WHAT YOU ARE ASKED TO DO:
Write out the stretch of lines below that begins at the line with "p.First.UnixNano() != r.first" and ends at the line with "mean := r.sumY / n", including both, exactly as given and nothing more.

»»

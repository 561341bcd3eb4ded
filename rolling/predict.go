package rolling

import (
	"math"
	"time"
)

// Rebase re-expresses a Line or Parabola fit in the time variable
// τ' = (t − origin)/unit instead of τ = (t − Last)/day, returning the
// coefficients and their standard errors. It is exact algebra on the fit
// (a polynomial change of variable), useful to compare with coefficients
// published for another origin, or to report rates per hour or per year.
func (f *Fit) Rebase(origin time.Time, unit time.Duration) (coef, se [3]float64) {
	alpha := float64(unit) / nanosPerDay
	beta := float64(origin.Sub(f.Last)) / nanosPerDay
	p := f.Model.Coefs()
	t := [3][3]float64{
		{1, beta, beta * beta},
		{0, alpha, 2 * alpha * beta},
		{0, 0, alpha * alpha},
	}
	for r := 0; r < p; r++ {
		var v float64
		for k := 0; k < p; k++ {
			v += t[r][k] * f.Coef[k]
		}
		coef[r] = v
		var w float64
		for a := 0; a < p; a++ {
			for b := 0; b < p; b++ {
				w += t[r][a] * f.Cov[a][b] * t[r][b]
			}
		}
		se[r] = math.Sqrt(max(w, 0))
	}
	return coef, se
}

««
»»

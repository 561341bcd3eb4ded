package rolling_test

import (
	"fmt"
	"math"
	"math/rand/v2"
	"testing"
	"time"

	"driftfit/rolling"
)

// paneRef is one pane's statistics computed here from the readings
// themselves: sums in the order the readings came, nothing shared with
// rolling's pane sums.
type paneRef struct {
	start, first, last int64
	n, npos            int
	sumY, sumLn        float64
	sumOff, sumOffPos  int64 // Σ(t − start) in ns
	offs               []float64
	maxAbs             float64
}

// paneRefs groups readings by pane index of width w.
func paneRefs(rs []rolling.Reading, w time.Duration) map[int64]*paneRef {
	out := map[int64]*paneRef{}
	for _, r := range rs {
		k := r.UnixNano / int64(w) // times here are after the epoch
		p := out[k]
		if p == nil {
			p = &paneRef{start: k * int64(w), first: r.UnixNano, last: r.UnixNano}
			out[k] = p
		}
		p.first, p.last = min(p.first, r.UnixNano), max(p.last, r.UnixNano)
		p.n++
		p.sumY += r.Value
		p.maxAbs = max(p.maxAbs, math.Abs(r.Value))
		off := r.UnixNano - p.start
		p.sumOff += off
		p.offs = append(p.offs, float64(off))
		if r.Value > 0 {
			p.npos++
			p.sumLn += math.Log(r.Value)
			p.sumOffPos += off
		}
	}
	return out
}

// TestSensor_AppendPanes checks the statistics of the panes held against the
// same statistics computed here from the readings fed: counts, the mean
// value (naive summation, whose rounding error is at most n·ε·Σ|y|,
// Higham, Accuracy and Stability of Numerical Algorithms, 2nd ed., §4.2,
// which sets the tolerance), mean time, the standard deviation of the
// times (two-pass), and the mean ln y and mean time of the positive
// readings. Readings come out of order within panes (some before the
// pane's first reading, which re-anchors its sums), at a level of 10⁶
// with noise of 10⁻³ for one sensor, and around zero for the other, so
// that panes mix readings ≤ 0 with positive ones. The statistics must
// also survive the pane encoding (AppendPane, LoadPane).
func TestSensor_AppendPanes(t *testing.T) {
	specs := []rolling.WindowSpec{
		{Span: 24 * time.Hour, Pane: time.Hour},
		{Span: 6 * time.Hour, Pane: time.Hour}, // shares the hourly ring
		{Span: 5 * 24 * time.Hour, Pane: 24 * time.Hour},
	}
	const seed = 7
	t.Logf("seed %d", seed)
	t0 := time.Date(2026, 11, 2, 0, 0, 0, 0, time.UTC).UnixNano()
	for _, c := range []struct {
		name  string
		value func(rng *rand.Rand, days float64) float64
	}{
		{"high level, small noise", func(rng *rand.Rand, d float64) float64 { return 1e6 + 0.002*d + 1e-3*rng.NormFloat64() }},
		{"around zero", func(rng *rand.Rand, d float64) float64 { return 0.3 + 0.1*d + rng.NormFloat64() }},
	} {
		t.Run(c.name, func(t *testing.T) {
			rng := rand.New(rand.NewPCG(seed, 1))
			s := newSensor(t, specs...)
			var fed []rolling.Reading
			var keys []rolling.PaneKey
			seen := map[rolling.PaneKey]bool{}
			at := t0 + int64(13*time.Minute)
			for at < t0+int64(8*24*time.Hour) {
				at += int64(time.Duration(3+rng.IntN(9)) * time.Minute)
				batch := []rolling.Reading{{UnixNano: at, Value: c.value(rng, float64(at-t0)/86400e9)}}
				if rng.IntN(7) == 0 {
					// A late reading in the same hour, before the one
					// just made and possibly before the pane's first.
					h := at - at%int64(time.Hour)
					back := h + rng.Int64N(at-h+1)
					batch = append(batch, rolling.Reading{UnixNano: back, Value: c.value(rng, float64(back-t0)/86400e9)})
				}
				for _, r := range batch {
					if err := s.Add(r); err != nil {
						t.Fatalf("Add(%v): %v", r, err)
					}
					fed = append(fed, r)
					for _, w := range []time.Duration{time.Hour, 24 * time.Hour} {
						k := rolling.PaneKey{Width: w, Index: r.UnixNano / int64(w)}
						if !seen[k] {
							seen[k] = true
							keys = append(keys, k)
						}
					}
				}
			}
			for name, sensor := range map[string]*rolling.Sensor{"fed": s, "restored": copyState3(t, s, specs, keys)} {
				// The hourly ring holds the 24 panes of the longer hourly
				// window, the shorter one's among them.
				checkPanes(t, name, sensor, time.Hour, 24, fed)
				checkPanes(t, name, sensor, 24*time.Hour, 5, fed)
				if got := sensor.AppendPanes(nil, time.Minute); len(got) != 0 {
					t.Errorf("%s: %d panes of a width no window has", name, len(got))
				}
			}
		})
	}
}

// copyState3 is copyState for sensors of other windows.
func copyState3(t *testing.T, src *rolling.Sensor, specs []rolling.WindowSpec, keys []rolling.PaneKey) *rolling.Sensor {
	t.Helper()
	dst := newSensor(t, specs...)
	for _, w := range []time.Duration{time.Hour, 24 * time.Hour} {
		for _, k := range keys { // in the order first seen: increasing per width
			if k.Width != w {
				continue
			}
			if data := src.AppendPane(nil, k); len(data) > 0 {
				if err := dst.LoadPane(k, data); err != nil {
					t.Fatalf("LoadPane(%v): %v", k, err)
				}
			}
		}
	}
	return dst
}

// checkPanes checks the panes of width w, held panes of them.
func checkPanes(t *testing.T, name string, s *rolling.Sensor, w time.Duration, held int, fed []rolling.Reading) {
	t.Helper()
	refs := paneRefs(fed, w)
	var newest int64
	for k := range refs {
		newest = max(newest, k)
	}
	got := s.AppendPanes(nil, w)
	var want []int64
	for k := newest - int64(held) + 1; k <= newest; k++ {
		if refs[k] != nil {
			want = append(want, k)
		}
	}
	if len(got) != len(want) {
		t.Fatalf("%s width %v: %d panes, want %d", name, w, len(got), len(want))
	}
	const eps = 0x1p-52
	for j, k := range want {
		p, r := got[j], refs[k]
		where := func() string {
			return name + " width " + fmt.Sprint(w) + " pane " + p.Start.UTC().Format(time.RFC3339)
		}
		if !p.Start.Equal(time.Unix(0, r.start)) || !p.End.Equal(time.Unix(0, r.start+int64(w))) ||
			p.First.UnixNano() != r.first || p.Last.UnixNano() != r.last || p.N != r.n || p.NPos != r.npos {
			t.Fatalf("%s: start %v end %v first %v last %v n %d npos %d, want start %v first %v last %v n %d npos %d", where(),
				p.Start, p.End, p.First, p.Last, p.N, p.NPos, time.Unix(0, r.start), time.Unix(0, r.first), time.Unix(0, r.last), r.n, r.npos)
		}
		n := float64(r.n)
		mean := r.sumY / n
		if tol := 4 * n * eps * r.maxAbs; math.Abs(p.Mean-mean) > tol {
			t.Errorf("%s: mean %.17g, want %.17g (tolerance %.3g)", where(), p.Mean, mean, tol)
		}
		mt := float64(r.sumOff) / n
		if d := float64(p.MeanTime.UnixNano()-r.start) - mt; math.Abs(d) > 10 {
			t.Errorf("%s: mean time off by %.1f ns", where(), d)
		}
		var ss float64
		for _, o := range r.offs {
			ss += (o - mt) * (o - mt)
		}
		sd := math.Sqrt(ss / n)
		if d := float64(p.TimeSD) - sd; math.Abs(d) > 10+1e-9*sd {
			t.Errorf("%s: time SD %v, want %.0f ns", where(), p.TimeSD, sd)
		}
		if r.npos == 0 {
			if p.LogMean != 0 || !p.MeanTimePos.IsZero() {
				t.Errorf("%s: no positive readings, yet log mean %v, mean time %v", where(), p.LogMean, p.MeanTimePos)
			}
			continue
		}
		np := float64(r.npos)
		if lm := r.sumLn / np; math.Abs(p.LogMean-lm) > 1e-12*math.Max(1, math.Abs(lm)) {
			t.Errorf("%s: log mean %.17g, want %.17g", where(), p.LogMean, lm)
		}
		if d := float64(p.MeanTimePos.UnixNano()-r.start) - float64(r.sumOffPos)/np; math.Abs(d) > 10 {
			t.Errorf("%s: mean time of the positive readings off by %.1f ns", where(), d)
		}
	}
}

««

TASK ANSWER:
			p.First.UnixNano() != r.first || p.Last.UnixNano() != r.last || p.N != r.n || p.NPos != r.npos {
			t.Fatalf("%s: start %v end %v first %v last %v n %d npos %d, want start %v first %v last %v n %d npos %d", where(),
				p.Start, p.End, p.First, p.Last, p.N, p.NPos, time.Unix(0, r.start), time.Unix(0, r.first), time.Unix(0, r.last), r.n, r.npos)
		}
		n := float64(r.n)
		mean := r.sumY / n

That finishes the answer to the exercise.